** DATA RECORDS follows **

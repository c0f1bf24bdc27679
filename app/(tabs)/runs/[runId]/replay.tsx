import { ReplayScreen } from '@/components/shell/lazy-screens';

export default function Replay() {
  return <ReplayScreen />;
}
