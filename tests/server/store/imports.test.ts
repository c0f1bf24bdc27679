import { eq } from 'drizzle-orm';
import { runs } from '@/db/schema';
import { endEvaluation, freezeEvaluation, queueEvaluation } from '@/server/store/evaluations';
import { FrozenSamplesError, RowsAmongSamplesError, storeImport, StoredMeanwhileError, tryImport } from '@/server/store/import-commit';
import { beginImport } from '@/server/store/import-files';
import { ConflictingSamplesError, findOrMakeChannel } from '@/server/store/imports';
import type { Staging } from '@/server/store/import-staging';
import { createSampleStore } from '@/server/store/sample-store';
import { countSamples, sumsOf } from '@/server/store/sample-summaries';
import type { ImportChoices, ImportMapping } from '@/shared/contracts/data';
import type { EvaluationResult } from '@/shared/evaluation/result';
import { databaseOfThisFile } from '@/tests/support/database';
import { eveningUtcMs, makeLab, makeRig, makeRun, runStart } from './rows';

const database = databaseOfThisFile();
const mapping: ImportMapping = {
  ...{ delimiter: ',', decimal: '.', headerRow: true, timeColumn: 0, timeFormat: 'iso', valueColumn: 1 },
  unit: 'rad',
};

const columns = ['time', 'angle'];

type Rows = [utcMs: number[], value: number[]];

async function staged(staging: Staging, utcMs: number[], value: number[]) {
  const row = Float64Array.from(utcMs, (_, index) => index + 2);
  await staging.take({ row, utcMs: Float64Array.from(utcMs), value: Float64Array.from(value) });
  return { usualS: 1, leftOut: 0 };
}

/** Rows from `from` on, one each `everyMs`, whose values are their numbers. */
const rowsFrom = (from: number, count: number, everyMs = 1000): Rows => [
  Array.from({ length: count }, (_, k) => from + everyMs * k),
  Array.from({ length: count }, (_, k) => k),
];

/** A run of an hour whose imported channel holds ten samples, one a second, of which sample 3 is 3. */
async function nightWithSamples() {
  const { connection } = database();
  const { db } = connection;
  const lab = await makeLab(db);
  const rigId = await makeRig(db, lab.id);
  const start = runStart(lab.id, rigId);
  await makeRun(db, start);
  await db
    .update(runs)
    .set({ startedAt: eveningUtcMs, endedAt: eveningUtcMs + 3_600_000, state: 'finished' })
    .where(eq(runs.id, start.runId));
  const wanted = {
    ...{ labId: lab.id, rigId, runId: null, name: 'readout', quantity: 'pendulum angle', unit: 'rad', createdAt: eveningUtcMs },
    ...{ role: 'deflection' as const, source: 'import' as const },
  };
  const channel = await findOrMakeChannel(db, wanted);
  const utcMs = Float64Array.from({ length: 10 }, (_, k) => eveningUtcMs + 1000 * k);
  const store = createSampleStore(connection);
  await store.append(lab.id, channel.id, { utcMs, value: utcMs.map((_, k) => k) });
  const window = { labId: lab.id, channelId: channel.id, fromUtcMs: eveningUtcMs, toUtcMs: eveningUtcMs + 60_000 };
  const again: Rows = [
    [...utcMs, eveningUtcMs + 10_000],
    [0, 1, 2, 99, 4, 5, 6, 7, 8, 9, 10],
  ];
  return {
    /** Brings the same ten in again, the fourth as 99, and an eleventh; or other rows. */
    bring: async (choices: Partial<ImportChoices>, [at, value] = again) => {
      const by = { labId: lab.id, runId: start.runId, createdAt: eveningUtcMs, createdBy: 'Tam' };
      const file = await beginImport(db, { ...by, fileName: 'night.csv' });
      const work = {
        ...{ labId: lab.id, importId: file.id, channel: wanted, storedAt: eveningUtcMs, mapping, columns, by: 'Tam', window },
        choices: { sameInstant: 'refuse' as const, among: 'refuse' as const, ...choices },
      };
      const { stored, known, other, leftOut } = await storeImport(connection, work, (staging) => staged(staging, at, value));
      await expect(storeImport(connection, work, (staging) => staged(staging, at, value))).rejects.toThrow(StoredMeanwhileError);
      return { stored, known, other, leftOut };
    },
    find: async ([at, value] = again) =>
      (
        await tryImport(connection, { channel: wanted, window: { fromUtcMs: at[1] as number, toUtcMs: at.at(-2) as number } }, (staging) =>
          staged(staging, at, value),
        )
      ).findings,
    freeze: async () => {
      const job = { labId: lab.id, runId: start.runId, channel: 'readout', clock: null, createdAt: eveningUtcMs, createdBy: 'Tam' };
      const { id } = await db.transaction((tx) => queueEvaluation(tx, job));
      const key = { labId: lab.id, evaluationId: id };
      const end = {
        result: {} as EvaluationResult,
        curves: [],
        basis: null,
        channel: 'readout',
        software: '0',
        finishedAt: eveningUtcMs,
      };
      await endEvaluation(db, key, end);
      await freezeEvaluation(db, { ...key, frozenAt: eveningUtcMs, frozenBy: 'Tam', frozenReason: 'published' });
    },
    values: async () => [...(await store.read(lab.id, channel.id, window)).value],
    count: () => countSamples(connection, window),
    greatest: async () => (await sumsOf(connection, window, [window]))[0]?.greatest,
  };
}

test('another value at a known instant stores nothing where that was chosen', async () => {
  const night = await nightWithSamples();
  await expect(night.bring({})).rejects.toThrow(ConflictingSamplesError);
  expect(await night.values()).toEqual([0, 1, 2, 3, 4, 5, 6, 7, 8, 9]);
});

test('it leaves what is stored, or replaces it with the summaries, and new samples come in either way', async () => {
  const night = await nightWithSamples();
  expect(await night.bring({ sameInstant: 'keep' })).toEqual({ stored: 1, known: 10, other: 1, leftOut: 0 });
  expect(await night.values()).toEqual([0, 1, 2, 3, 4, 5, 6, 7, 8, 9, 10]);
  expect(await night.bring({ sameInstant: 'replace' })).toEqual({ stored: 0, known: 11, other: 1, leftOut: 0 });
  expect(await night.values()).toEqual([0, 1, 2, 99, 4, 5, 6, 7, 8, 9, 10]);
  expect([await night.count(), await night.greatest()]).toEqual([11, 99]);
});

test('what a frozen evaluation stands on is not replaced, and nothing of the file is stored', async () => {
  const night = await nightWithSamples();
  await night.freeze();
  await expect(night.bring({ sameInstant: 'replace' })).rejects.toThrow(FrozenSamplesError);
  expect(await night.values()).toEqual([0, 1, 2, 3, 4, 5, 6, 7, 8, 9]);
  expect(await night.bring({ sameInstant: 'keep' })).toEqual({ stored: 1, known: 10, other: 1, leftOut: 0 });
});

test('the dry run tells what is new, equal and different, by row, and leaves all as it is', async () => {
  const night = await nightWithSamples();
  const found = await night.find();
  expect(found).toMatchObject({ held: 10, fresh: 1, equal: 9, different: 1, frozen: false, among: { rows: 0 }, gaps: { count: 0 } });
  expect(found.differing).toEqual([{ row: 5, at: new Date(eveningUtcMs + 3000).toISOString(), stored: 3, inFile: 99 }]);
  expect(found.outsideRun).toEqual({ before: 1, after: 1 });
  expect(await night.values()).toEqual([0, 1, 2, 3, 4, 5, 6, 7, 8, 9]);
  await night.freeze();
  expect((await night.find()).frozen).toBe(true);
});

test('rows among samples of other instants are refused, left out or stored beside them, as is chosen', async () => {
  const night = await nightWithSamples();
  // Half a second beside the samples, from the third before their end on, and five after it.
  const beside = rowsFrom(eveningUtcMs + 6500, 8);
  const found = await night.find(beside);
  expect(found).toMatchObject({ held: 3, fresh: 8, equal: 0, different: 0 });
  // At 6.5 s, 7.5 s and 8.5 s; the last sample is at 9 s.
  expect(found.among).toEqual({
    rows: 3,
    stretches: [{ fromAt: new Date(eveningUtcMs).toISOString(), toAt: new Date(eveningUtcMs + 9000).toISOString(), rows: 3, held: 10 }],
  });
  await expect(night.bring({}, beside)).rejects.toThrow(RowsAmongSamplesError);
  expect(await night.count()).toBe(10);
  expect(await night.bring({ among: 'leave-out' }, beside)).toEqual({ stored: 5, known: 0, other: 0, leftOut: 3 });
  expect(await night.count()).toBe(15);
  // Those that were left out before, and nothing else.
  expect(await night.bring({ among: 'both' }, beside)).toEqual({ stored: 3, known: 5, other: 0, leftOut: 0 });
  expect(await night.count()).toBe(18);
});

test('a finer record that holds the same values at the known instants is no second record', async () => {
  const night = await nightWithSamples();
  const finer: Rows = [rowsFrom(eveningUtcMs, 19, 500)[0], Array.from({ length: 19 }, (_, k) => k / 2)];
  expect((await night.find(finer)).among.rows).toBe(0);
  expect(await night.bring({}, finer)).toEqual({ stored: 9, known: 10, other: 0, leftOut: 0 });
});

test('gaps of the file are told with what the channel holds in them', async () => {
  const night = await nightWithSamples();
  const [before, after] = [rowsFrom(eveningUtcMs - 5000, 5)[0], rowsFrom(eveningUtcMs + 30_000, 5)[0]];
  const { gaps, held } = await night.find([[...before, ...after], Array.from({ length: 10 }, () => 0)]);
  expect(held).toBe(10);
  expect(gaps).toEqual({
    count: 1,
    totalS: 31,
    longest: [{ fromAt: new Date(eveningUtcMs - 1000).toISOString(), toAt: new Date(eveningUtcMs + 30_000).toISOString(), held: 10 }],
  });
});

/** What `summarise_samples` would make of all samples of the channel, against what stands there. */
test('the summaries of an import are those that are computed from its samples, over several batches and long gaps too', async () => {
  const { connection } = database();
  const lab = await makeLab(connection.db);
  const rigId = await makeRig(connection.db, lab.id);
  const start = runStart(lab.id, rigId);
  await makeRun(connection.db, start);
  const wanted = {
    ...{ labId: lab.id, rigId, runId: null, name: 'long', quantity: 'pendulum angle', unit: 'rad', createdAt: eveningUtcMs },
    ...{ role: 'deflection' as const, source: 'import' as const },
  };
  const file = await beginImport(connection.db, {
    labId: lab.id,
    runId: start.runId,
    createdAt: eveningUtcMs,
    createdBy: 'Tam',
    fileName: 'a',
  });
  const batches: Rows[] = [
    rowsFrom(eveningUtcMs + 300, 4000, 137),
    rowsFrom(eveningUtcMs + 300 + 4000 * 137, 4000, 700),
    rowsFrom(eveningUtcMs + 86_400_000 * 40, 500, 3_700_000),
  ];
  const work = {
    ...{ labId: lab.id, importId: file.id, channel: wanted, storedAt: eveningUtcMs, mapping, columns, by: 'Tam' },
    ...{
      window: { fromUtcMs: eveningUtcMs, toUtcMs: eveningUtcMs },
      choices: { sameInstant: 'refuse' as const, among: 'refuse' as const },
    },
  };
  const { channel, stored } = await storeImport(connection, work, async (staging) => {
    for (const [at, value] of batches)
      await staged(
        staging,
        at,
        value.map((k) => Math.sin(k)),
      );
    return { usualS: 1, leftOut: 0 };
  });
  expect(stored).toBe(8500);
  const summaries = async () =>
    (
      await connection.pool.query(
        'select level, at, count, least, least_at, greatest, greatest_at, round(mean::numeric, 12) as mean from sample_summaries where channel_id = $1 order by level, at',
        [channel.id],
      )
    ).rows;
  const made = await summaries();
  await connection.pool.query('delete from sample_summaries where channel_id = $1', [channel.id]);
  await connection.pool.query(
    `select summarise_buckets($1, $2, array(select distinct bucket_of('2 s', at) from samples where channel_id = $2))`,
    [lab.id, channel.id],
  );
  expect(made.length).toBeGreaterThan(1000);
  expect(made).toEqual(await summaries());
});
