import { StepLogScreen } from '@/components/shell/lazy-screens';

export default function StepLog() {
  return <StepLogScreen />;
}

** End of DATA RECORDS **

PROBLEM TO WORK ON:
Check each line above for the word "ConflictingSamplesError" and copy the ones that have it.

TASK RESULT:
import { ConflictingSamplesError, findOrMakeChannel } from '@/server/store/imports';
  await expect(night.bring({})).rejects.toThrow(ConflictingSamplesError);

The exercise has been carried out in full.